- _WORK REQUIRED_: Among the entries below, find every line that has "model" and pull it out.

- _EXTRACTED ENTRIES_:

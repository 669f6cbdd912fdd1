import { AnalysisError } from './analysis-error';
import { finite, positive } from './check-input';
import type { PlanePoint } from './types';

/** Unit roundoff of doubles, 2^-52. */
export const EPS = Number.EPSILON;

/** Beyond this nothing is a length, an elevation or a weight in any unit, and squares of squares would leave the range of doubles. */
export const LARGEST = 1e60;

/** What a fit knows of the whole: its gradient, and the two orthogonal plan directions about the weighted mean that it was found in. */
export interface PlaneShape {
  model: 'plane' | 'line' | 'level';
  /** Fitted parameters. */
  rank: 1 | 2 | 3;
  totalWeight: number;
  meanX: number;
  meanY: number;
  meanZ: number;
  /** Value of the plane at the origin given; for 'line' and 'level' the mean elevation, where it is told instead. */
  atOrigin: number;
  /** Rise of z to the east and to the north. */
  gradientX: number;
  gradientY: number;
  /** Which coordinate p is, where the model is 'plane'. */
  pivot: 'x' | 'y';
  /** Unit vector of p in the plan: east or north by the pivot, along the points for 'line'. */
  directionX: number;
  directionY: number;
  /** Rise of z along p, and Σwp². */
  alongP: number;
  sumPP: number;
  /** Rise along q = other − shear·p, what the other coordinate has across the first, and Σwq²; zero unless 'plane'. */
  alongQ: number;
  sumQQ: number;
  shear: number;
  /** Mean of the other coordinate less shear · mean of the first: how far across p the origin lies. */
  originAcross: number;
  /** Σw·residual². */
  sumEE: number;
}

/** The same with what each point gives. */
export interface PlaneSolution extends PlaneShape {
  /** First coordinate of each point, about the weighted mean; zero for 'level'. */
  p: Float64Array;
  /** Second coordinate; zero unless 'plane'. */
  q: Float64Array;
  /** z − fitted; all exactly zero where they are no more than rounding noise. */
  residuals: Float64Array;
  /** Residuals up to this are rounding noise of the elevations given. */
  noise: number;
}

/** The largest magnitudes among the coordinates given: what rounding is measured against. */
export interface Extent {
  maxX: number;
  maxY: number;
  maxZ: number;
}

function refuse(point: PlanePoint): never {
  for (const name of ['x', 'y', 'z'] as const) {
    const value = finite(name, point[name]);
    if (Math.abs(value) > LARGEST)
      throw new AnalysisError('out-of-range', `${name} of a point is beyond any length: ${value}.`, { name, value });
  }
  const value = positive('weight', point.weight ?? 1);
  throw new AnalysisError('out-of-range', `The weight of a point is out of range: ${value}.`, { name: 'weight', value });
}

/**
 * Refuses points that are no finite places, and gives the largest magnitudes. Weights are above zero: a point that weighs nothing
 * is left out by the caller, so that n and degrees of freedom count what was weighed.
 * @throws AnalysisError 'no-points', 'not-finite', 'not-positive' (weight), 'out-of-range'
 */
export function measureExtent(points: readonly PlanePoint[]): Extent {
  if (points.length === 0) throw new AnalysisError('no-points', 'There is no point to fit.', {});
  let maxX = 0;
  let maxY = 0;
  let maxZ = 0;
  for (const point of points) {
    const { x, y, z, weight } = point;
    if (typeof x !== 'number' || typeof y !== 'number' || typeof z !== 'number') refuse(point);
    const sizeX = Math.abs(x);
    const sizeY = Math.abs(y);
    const sizeZ = Math.abs(z);
    // Written so that NaN fails it.
    if (!(sizeX <= LARGEST && sizeY <= LARGEST && sizeZ <= LARGEST)) refuse(point);
    if (weight !== undefined && !(weight <= LARGEST && weight >= 1 / LARGEST)) refuse(point);
    if (sizeX > maxX) maxX = sizeX;
    if (sizeY > maxY) maxY = sizeY;
    if (sizeZ > maxZ) maxZ = sizeZ;
  }
  return { maxX, maxY, maxZ };
}

/** Rise to the east and to the north of what rises by so much along p and along q. */
export function gradientOf(s: PlaneShape, alongP: number, alongQ: number): { x: number; y: number } {
  const first = alongP - s.shear * alongQ;
  const across = s.pivot === 'x' ? { x: 0, y: alongQ } : { x: alongQ, y: 0 };
  return { x: first * s.directionX + across.x, y: first * s.directionY + across.y };
}

/** The plane z = a + b·x + c·y that a solution becomes when a constant and rises along p and q are added to it. */
export function corrected(
  s: PlaneSolution,
  [constant = 0, alongP = 0, alongQ = 0]: readonly number[],
): { a: number; b: number; c: number } {
  const turn = gradientOf(s, alongP, alongQ);
  const base = s.model === 'plane' ? s.atOrigin : s.meanZ - s.gradientX * s.meanX - s.gradientY * s.meanY;
  return { a: base + constant - turn.x * s.meanX - turn.y * s.meanY, b: s.gradientX + turn.x, c: s.gradientY + turn.y };
}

- _ANSWER FOR THE TASK_:
  model: 'plane' | 'line' | 'level';
  /** Which coordinate p is, where the model is 'plane'. */
  const base = s.model === 'plane' ? s.atOrigin : s.meanZ - s.gradientX * s.meanX - s.gradientY * s.meanY;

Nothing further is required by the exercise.